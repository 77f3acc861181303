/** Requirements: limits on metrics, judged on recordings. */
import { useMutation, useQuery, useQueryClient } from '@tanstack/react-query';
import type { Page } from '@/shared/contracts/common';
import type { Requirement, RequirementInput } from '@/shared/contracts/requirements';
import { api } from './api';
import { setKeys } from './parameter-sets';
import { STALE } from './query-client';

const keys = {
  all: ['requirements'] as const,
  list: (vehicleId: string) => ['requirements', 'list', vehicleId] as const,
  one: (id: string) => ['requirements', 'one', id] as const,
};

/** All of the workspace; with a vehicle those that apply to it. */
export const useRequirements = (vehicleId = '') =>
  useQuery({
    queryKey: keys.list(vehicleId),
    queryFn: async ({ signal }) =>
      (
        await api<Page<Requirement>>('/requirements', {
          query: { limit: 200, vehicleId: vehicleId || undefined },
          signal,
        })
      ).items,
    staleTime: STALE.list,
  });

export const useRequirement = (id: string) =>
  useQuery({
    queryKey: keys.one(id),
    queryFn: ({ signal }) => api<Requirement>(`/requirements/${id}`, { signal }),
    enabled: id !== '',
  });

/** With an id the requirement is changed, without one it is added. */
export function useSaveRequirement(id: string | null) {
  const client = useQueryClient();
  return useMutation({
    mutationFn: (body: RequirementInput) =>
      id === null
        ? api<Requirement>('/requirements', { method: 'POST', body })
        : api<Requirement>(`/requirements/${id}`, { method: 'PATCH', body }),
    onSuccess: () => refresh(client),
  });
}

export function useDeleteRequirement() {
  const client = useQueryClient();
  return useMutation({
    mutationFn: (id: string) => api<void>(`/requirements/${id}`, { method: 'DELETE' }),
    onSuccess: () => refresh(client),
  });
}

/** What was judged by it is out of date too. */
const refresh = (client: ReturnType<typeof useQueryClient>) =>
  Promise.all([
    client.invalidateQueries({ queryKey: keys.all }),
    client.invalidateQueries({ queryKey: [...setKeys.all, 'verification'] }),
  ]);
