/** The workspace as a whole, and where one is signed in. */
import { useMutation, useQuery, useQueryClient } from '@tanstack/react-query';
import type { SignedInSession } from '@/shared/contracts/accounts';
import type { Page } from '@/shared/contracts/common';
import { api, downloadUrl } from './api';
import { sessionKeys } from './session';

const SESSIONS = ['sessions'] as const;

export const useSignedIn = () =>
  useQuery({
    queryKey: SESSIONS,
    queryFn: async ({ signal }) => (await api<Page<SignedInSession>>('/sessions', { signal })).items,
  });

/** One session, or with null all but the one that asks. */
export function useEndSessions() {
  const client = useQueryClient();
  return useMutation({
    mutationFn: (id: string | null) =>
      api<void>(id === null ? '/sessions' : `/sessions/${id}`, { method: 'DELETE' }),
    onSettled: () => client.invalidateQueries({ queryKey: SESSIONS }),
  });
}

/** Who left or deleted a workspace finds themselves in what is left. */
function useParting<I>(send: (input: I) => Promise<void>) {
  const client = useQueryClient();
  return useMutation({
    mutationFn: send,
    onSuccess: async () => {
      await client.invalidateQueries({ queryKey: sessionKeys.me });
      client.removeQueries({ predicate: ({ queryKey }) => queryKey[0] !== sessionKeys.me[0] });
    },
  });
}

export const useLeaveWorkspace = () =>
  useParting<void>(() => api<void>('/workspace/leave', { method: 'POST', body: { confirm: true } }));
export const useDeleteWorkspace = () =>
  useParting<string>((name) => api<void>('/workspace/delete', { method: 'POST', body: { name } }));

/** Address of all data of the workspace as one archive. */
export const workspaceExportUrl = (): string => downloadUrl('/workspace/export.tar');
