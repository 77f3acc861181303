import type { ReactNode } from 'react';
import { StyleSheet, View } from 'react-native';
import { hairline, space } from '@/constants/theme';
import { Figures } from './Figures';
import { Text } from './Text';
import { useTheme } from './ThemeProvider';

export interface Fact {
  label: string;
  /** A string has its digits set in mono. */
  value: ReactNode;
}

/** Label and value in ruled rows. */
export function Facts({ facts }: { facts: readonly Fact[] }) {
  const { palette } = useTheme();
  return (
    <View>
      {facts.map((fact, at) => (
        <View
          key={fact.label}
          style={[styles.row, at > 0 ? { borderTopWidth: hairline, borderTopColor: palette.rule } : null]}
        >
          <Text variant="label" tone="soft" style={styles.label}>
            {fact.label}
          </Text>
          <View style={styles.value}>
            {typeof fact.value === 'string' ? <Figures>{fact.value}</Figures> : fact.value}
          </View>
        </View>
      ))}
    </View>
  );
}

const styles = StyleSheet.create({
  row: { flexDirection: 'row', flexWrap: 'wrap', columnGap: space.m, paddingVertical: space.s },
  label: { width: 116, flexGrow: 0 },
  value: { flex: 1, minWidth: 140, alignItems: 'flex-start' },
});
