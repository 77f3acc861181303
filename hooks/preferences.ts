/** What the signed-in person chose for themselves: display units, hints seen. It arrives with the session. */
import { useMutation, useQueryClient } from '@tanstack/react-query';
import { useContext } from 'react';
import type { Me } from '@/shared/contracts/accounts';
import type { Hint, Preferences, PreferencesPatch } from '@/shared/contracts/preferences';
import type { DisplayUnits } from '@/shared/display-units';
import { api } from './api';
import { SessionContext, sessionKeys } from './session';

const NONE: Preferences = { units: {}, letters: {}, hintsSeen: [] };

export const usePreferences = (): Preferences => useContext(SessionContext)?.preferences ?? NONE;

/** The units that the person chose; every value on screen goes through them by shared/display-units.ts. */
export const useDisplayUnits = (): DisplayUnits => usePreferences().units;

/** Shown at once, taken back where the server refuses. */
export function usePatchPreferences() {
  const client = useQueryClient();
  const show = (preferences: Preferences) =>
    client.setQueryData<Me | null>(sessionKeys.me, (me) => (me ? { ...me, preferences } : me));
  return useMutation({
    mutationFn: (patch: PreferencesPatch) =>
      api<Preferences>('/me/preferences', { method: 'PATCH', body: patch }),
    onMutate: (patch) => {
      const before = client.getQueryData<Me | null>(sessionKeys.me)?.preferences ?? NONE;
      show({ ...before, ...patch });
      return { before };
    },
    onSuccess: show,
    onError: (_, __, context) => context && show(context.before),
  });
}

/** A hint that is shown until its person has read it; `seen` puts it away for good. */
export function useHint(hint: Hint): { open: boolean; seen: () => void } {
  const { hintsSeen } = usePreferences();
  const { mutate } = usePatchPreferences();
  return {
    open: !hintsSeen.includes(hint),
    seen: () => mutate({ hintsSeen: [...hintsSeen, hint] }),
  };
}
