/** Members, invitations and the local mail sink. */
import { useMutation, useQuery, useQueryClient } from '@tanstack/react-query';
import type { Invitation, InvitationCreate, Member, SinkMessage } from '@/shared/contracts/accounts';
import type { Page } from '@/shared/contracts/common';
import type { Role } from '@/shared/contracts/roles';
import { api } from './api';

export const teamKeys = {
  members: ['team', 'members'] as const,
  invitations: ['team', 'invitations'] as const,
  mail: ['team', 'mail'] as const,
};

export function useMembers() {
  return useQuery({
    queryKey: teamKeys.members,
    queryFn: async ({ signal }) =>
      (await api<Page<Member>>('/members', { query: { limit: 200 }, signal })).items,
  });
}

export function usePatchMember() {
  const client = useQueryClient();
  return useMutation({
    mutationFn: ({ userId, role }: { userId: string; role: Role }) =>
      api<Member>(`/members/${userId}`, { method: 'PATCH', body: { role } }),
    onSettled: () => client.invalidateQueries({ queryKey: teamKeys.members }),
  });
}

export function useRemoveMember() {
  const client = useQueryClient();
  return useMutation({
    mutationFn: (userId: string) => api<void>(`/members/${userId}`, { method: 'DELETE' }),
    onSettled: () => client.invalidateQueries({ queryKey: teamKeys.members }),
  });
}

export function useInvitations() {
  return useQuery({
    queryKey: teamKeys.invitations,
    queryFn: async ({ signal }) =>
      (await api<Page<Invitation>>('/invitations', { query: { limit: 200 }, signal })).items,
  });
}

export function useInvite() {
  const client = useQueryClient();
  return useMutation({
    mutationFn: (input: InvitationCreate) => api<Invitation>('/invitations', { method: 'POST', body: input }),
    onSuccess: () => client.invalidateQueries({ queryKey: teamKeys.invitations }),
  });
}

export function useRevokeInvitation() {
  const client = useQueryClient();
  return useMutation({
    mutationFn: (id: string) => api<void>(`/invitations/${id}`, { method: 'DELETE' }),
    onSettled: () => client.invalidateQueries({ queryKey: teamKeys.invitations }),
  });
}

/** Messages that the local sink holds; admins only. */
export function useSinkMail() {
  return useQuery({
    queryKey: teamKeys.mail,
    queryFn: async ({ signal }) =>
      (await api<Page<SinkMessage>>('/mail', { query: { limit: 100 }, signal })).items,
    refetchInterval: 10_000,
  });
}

* * *

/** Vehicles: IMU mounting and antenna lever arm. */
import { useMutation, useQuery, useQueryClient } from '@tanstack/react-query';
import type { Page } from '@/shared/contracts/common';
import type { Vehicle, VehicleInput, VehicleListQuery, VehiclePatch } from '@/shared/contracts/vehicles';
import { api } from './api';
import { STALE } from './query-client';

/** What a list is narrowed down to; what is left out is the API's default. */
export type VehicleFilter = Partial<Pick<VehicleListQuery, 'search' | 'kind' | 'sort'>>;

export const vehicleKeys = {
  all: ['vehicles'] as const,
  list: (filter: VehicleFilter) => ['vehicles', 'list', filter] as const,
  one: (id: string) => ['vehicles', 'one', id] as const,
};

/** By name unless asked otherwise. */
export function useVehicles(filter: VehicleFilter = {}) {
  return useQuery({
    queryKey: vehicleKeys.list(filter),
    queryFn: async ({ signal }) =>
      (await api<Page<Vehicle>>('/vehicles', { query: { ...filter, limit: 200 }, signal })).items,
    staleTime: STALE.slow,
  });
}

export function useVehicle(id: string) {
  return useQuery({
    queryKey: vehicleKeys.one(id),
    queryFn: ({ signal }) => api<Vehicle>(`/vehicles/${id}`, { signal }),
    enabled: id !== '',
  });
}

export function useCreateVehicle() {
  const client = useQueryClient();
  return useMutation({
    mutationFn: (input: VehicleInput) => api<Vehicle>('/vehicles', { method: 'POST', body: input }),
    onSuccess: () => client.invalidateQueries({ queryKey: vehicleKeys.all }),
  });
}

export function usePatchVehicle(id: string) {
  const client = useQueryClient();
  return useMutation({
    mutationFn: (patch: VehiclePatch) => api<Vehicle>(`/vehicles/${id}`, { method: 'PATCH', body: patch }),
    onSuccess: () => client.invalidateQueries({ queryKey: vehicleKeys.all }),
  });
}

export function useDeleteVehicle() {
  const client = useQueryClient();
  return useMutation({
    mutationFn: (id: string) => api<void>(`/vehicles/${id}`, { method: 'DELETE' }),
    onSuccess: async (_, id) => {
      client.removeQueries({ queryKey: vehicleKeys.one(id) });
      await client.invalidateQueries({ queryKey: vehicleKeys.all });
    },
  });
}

▶ [Work required]: Your task is to retype the entries verbatim, starting with the line that holds "date too. */" and stopping after the line that holds "function useParting<I>(send: (input: I)".

▶ [Answer to the exercise]:
/** What was judged by it is out of date too. */
const refresh = (client: ReturnType<typeof useQueryClient>) =>
  Promise.all([
    client.invalidateQueries({ queryKey: keys.all }),
    client.invalidateQueries({ queryKey: [...setKeys.all, 'verification'] }),
  ]);
/** The workspace as a whole, and where one is signed in. */
import { useMutation, useQuery, useQueryClient } from '@tanstack/react-query';
import type { SignedInSession } from '@/shared/contracts/accounts';
import type { Page } from '@/shared/contracts/common';
import { api, downloadUrl } from './api';
import { sessionKeys } from './session';

const SESSIONS = ['sessions'] as const;

export const useSignedIn = () =>
  useQuery({
    queryKey: SESSIONS,
    queryFn: async ({ signal }) => (await api<Page<SignedInSession>>('/sessions', { signal })).items,
  });

/** One session, or with null all but the one that asks. */
export function useEndSessions() {
  const client = useQueryClient();
  return useMutation({
    mutationFn: (id: string | null) =>
      api<void>(id === null ? '/sessions' : `/sessions/${id}`, { method: 'DELETE' }),
    onSettled: () => client.invalidateQueries({ queryKey: SESSIONS }),
  });
}

/** Who left or deleted a workspace finds themselves in what is left. */
function useParting<I>(send: (input: I) => Promise<void>) {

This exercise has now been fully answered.